Preface: it’s possible that there will be more personal and dark stuff to come. On the one hand, I need this space to reflect myself and also be genuine to my friends about my faith and doubts. On the other, I’m truly sorry if anyone finds this discouraging – if this is the case, please stop and read something else, including many of the good reads under the second sidebar tab.
Not too long ago I reluctantly went on a church social outing to some “tree-top adventures”. If you’re not familiar with this, the activity basically involves walking on wobbly planks and doing obstacle courses up high in the trees. I hate heights and what seemed so easy a foot above the ground was petrifying in the trees, especially when the rain made everything slippery. Even as I sat up in bed the next evening I could picture what looking down from the trees was like, and had palpitations all over again. So I had a somewhat irrational fear of falling, even though I knew there was a safety harness to catch me (although I maintain it’s only somewhat irrational because like everything else, things can go wrong!)
I’m feeling like this now.
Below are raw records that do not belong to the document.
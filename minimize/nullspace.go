package minimize

import (
	"math"
	"slices"

	"gonum.org/v1/gonum/floats"
)

// nullSpace returns k orthonormal vectors spanning what A takes nearest to zero.
// Inverse iteration of all of them at once finds the null vectors of the matrix
// that was factorised, in which small pivots were replaced: the inverse is large
// on exactly these. Corrections with the true image, v −= A⁻¹Av, take out what
// distinguishes them from those of A.
func (b *bordered) nullSpace(k int) [][]float64 {
	n := len(b.root)
	space, image := make([][]float64, k), make([][]float64, k)
	for j := range space {
		space[j] = scattered(b.pattern.N, uint64(j)+2)
		image[j] = make([]float64, b.pattern.N)
	}
	for range 2 { // each gains 3 digits or more, the ratio of a replaced pivot to an eigenvalue
		for _, v := range space {
			clear(v[n:])
			b.project(v[:n])
		}
		b.factor.SolveMany(space, space)
		b.orthonormalise(space)
	}
	const most = 6
	last := math.Inf(1)
	for range most {
		worst := 0.0
		for j, v := range space {
			clear(image[j][n:])
			b.mul(image[j][:n], v[:n])
			worst = max(worst, floats.Norm(image[j][:n], 2))
		}
		if !(worst < 0.5*last) {
			break
		}
		last = worst
		b.factor.SolveMany(image, image)
		for j, v := range space {
			b.project(image[j][:n])
			floats.Sub(v[:n], image[j][:n])
		}
		b.orthonormalise(space)
	}
	for j := range space {
		space[j] = space[j][:n]
	}
	return space
}

// orthonormalise makes the unknowns of the vectors an orthonormal set on the
// constrained space.
func (b *bordered) orthonormalise(space [][]float64) {
	n := len(b.root)
	for j := range space {
		v := space[j][:n]
		b.project(v)
		for range 2 {
			for _, u := range space[:j] {
				floats.AddScaled(v, -floats.Dot(v, u[:n]), u[:n])
			}
		}
		floats.Scale(1/floats.Norm(v, 2), v)
	}
}

// outside removes from x its part in the given space and returns the length of
// that part.
func outside(x []float64, space [][]float64) float64 {
	part := make([]float64, len(space))
	for j, v := range space {
		part[j] = floats.Dot(x, v)
		floats.AddScaled(x, -part[j], v)
	}
	return floats.Norm(part, 2)
}

// solveWithin writes to dst the shortest vector for which |A·dst − x| is as small
// as it can be: A⁻¹ on what is orthogonal to the null space. The factor, whose
// replaced pivots are small, is as good as exact there up to a fraction that
// refinement removes.
func (b *bordered) solveWithin(dst, x []float64, null [][]float64) {
	rest := slices.Clone(x)
	step, image := make([]float64, len(x)), make([]float64, len(x))
	clear(dst)
	outside(rest, null)
	first := floats.Norm(rest, 2)
	for last := first; last > 1e-15*first; {
		b.solve(step, rest)
		outside(step, null)
		b.mul(image, step)
		floats.Sub(rest, image)
		outside(rest, null)
		size := floats.Norm(rest, 2)
		if !(size < 0.5*last) {
			break
		}
		floats.Add(dst, step)
		last = size
	}
}
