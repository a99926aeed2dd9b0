package minimize

import (
	"fmt"
	"math"
	"strings"

	"github.com/tenter-go/tenter/field"
	"github.com/tenter-go/tenter/lattice"
	"gonum.org/v1/gonum/floats"
)

// An Inertia says what kind of stationary point a history is, by the signs of
// the eigenvalues λ of the second variation, S″v = λWv, on the changes that the
// conditions and the zero modes held leave. W are the areas that belong to the
// events, so that λ is per hk and has a continuum limit.
type Inertia struct {
	// Index is the number of negative eigenvalues: the Morse index. Nullity is
	// the number of those that vanish, |λ| ≤ Zero. Known is false if some could be
	// either.
	Index   int
	Nullity int
	Known   bool
	Zero    float64

	// Smallest is the λ of least modulus that was found, with an error of a few
	// per cent at worst, and At where its vector is largest.
	Smallest float64
	At       lattice.Event

	// Negative are the negative eigenvalues found, the lowest first. Saddle only.
	Negative []float64

	// ZeroModesHeld is the number of zero modes held, Force the largest part of
	// the gradient per hk along any of them (of unit L² norm): what keeps the
	// history from moving along it, such as the pull of a lattice on a kink.
	ZeroModesHeld int
	Force         float64

	// RelativeIndex is Index less ReferenceIndex, that of Settings.Reference.
	// Both are 0 without one; ReferenceKnown is as Known.
	ReferenceIndex, RelativeIndex int
	ReferenceKnown                bool
}

// String returns the inertia in one line.
func (i *Inertia) String() string {
	var s strings.Builder
	fmt.Fprintf(&s, "index %d", i.Index)
	if !i.Known {
		s.WriteString(" (uncertain)")
	}
	if i.Nullity > 0 {
		fmt.Fprintf(&s, ", nullity %d", i.Nullity)
	}
	if i.ReferenceKnown {
		fmt.Fprintf(&s, ", relative %+d", i.RelativeIndex)
	}
	if i.ZeroModesHeld > 0 {
		fmt.Fprintf(&s, ", %d zero modes held (force %.2g)", i.ZeroModesHeld, i.Force)
	}
	if len(i.Negative) > 0 {
		fmt.Fprintf(&s, ", lowest λ %.4g", i.Negative[0])
	}
	fmt.Fprintf(&s, ", smallest |λ| %.4g at %v", math.Abs(i.Smallest), i.At)
	return s.String()
}

// vanishing, times the norm of the second variation, is the size up to which
// an eigenvalue counts as zero: above rounding, 1e-16 times some growth, and below
// any with which a solve keeps five digits.
const vanishing = 1e-11

// lanczosSteps finds the eigenvalue of least modulus to two digits unless the
// next is within a few per cent.
const lanczosSteps = 24

// count fills in the inertia at h, whose second variation is factorised.
func (s *stationary) count() error {
	b := s.bordered
	i := &Inertia{ZeroModesHeld: s.modes, Force: s.force(), Zero: vanishing * b.norm}
	s.rep.Inertia = i
	low := b.nearest(lanczosSteps).smallest()
	image := make([]float64, len(low.vector))
	b.mul(image, low.vector)
	n, zero := b.negative()
	if zero > 0 { // a null vector of the matrix with replaced pivots is not quite one of A
		b.solve(image, image)
		floats.Sub(low.vector, image)
		floats.Scale(1/floats.Norm(low.vector, 2), low.vector)
		b.mul(image, low.vector)
	}
	// the length of the image does not cancel as the eigenvalue does
	i.Smallest = math.Copysign(floats.Norm(image, 2), low.value)
	i.At = s.where(low.vector)
	i.Index, i.Nullity, i.Known = n, zero, zero == 0
	if zero > 0 || math.Abs(i.Smallest) <= i.Zero {
		var err error
		if i.Index, i.Nullity, i.Known, err = s.countBeside(i.Zero); err != nil {
			return err
		}
	}
	if s.set.Reference == nil {
		return nil
	}
	return s.countReference(i)
}

// countBeside counts eigenvalues below −ε and between −ε and ε from the inertia of
// A + ε and A − ε.
func (s *stationary) countBeside(eps float64) (index, nullity int, known bool, err error) {
	var below [2]int
	known = true
	for k, shift := range [2]float64{eps, -eps} {
		s.rep.Factorisations++
		if err := s.bordered.factorise(shift); err != nil {
			return 0, 0, false, err
		}
		n, zero := s.bordered.negative()
		below[k], known = n, known && zero == 0
	}
	return below[0], below[1] - below[0], known, nil
}

func (s *stationary) countReference(i *Inertia) error {
	s.second = s.f.SecondVariationMatrix(s.second, s.set.Reference)
	s.bordered.assemble(s.second)
	s.rep.Factorisations++
	if err := s.bordered.factorise(0); err != nil {
		return err
	}
	n, zero := s.bordered.negative()
	i.ReferenceIndex, i.ReferenceKnown = n, zero == 0
	if zero > 0 {
		var err error
		if i.ReferenceIndex, _, i.ReferenceKnown, err = s.countBeside(vanishing * s.bordered.norm); err != nil {
			return err
		}
	}
	i.RelativeIndex = i.Index - i.ReferenceIndex
	i.ReferenceKnown = i.ReferenceKnown && i.Known
	return nil
}

// where returns the event where a vector in the metric is largest.
func (s *stationary) where(v []float64) lattice.Event {
	worst := 0
	for u := range v {
		if math.Abs(v[u])/s.bordered.root[u] > math.Abs(v[worst])/s.bordered.root[worst] {
			worst = u
		}
	}
	_, _, _, at := s.free.Event(s.free.Lead(worst))
	return at
}

// force returns the largest part of the gradient along a zero mode held.
func (s *stationary) force() (largest float64) {
	r := make([]float64, len(s.trialR))
	slope := s.f.Gradient(nil, s.h)
	s.free.Reduce(r, slope)
	for u := range r {
		r[u] /= s.bordered.root[u]
	}
	for j := len(s.bordered.rows) - s.modes; j < len(s.bordered.rows); j++ {
		largest = max(largest, math.Abs(s.bordered.along(j, r)))
	}
	return largest
}

// checkReference returns an error unless the reference lies on the block.
func checkReference(f Functional, h *field.History) error {
	if h == nil {
		return nil
	}
	if err := f.Fits(h); err != nil {
		return fmt.Errorf("minimize: reference history: %w", err)
	}
	return nil
}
I’m so scared. I’m scared about what we know and the unknowns, the living and process of getting treatment as much as death itself. What about my sister, she’s young and needs you. And I want you to be around for lots more things even though I’m technically grown up and able to look after myself. I’m scared even though I believe in God more than no God, in the Bible as truth rather than something else (or nothing) as truth, in eternal life through Jesus Christ rather than death being the deep dark pit image that came to mind this morning.
In my ICU weeks last year, I didn’t feel as sad as I expected to about the almost daily end-of-life discussions and not infrequent diagnosis of unexpected terminal illnesses to shocked family members. I sympathised deeply but the emotion was overwhelmingly (and perhaps selfishly so) one of fear that something similar would happen to my immediate family. I guess eventually something unwelcome happens to all families.
I can pray about work – for patience towards difficult patients, to wisdom in dealing with slack colleagues, to viewing money and career in their proper places, and more. Actually I can pretty much see God in most aspects of hospital life except the specifics of my dealings with health and sickness, patients and their suffering, living and dying. In the hospital, try as I might, I really struggled to see dying as a spiritual issue as well as a physical one. When I started clinical school these questions about prayer really bothered me. But I became busy with doctor-y things and these question only resurfaced to the forefront of my mind again during those days in ICU. I don’t know and I’m still finding those prayers difficult.
In a way I feel especially reluctant to talk to well-meaning Christians. Please do pray, but don’t say “I’ll pray for you” just because it’s a Christian thing to say without actually doing it, or use the phrase to cut a conversation short without really listening. Do remind me of God’s love and our hope in him, but please don’t say calm down or expect me to agree with you that it’s okay.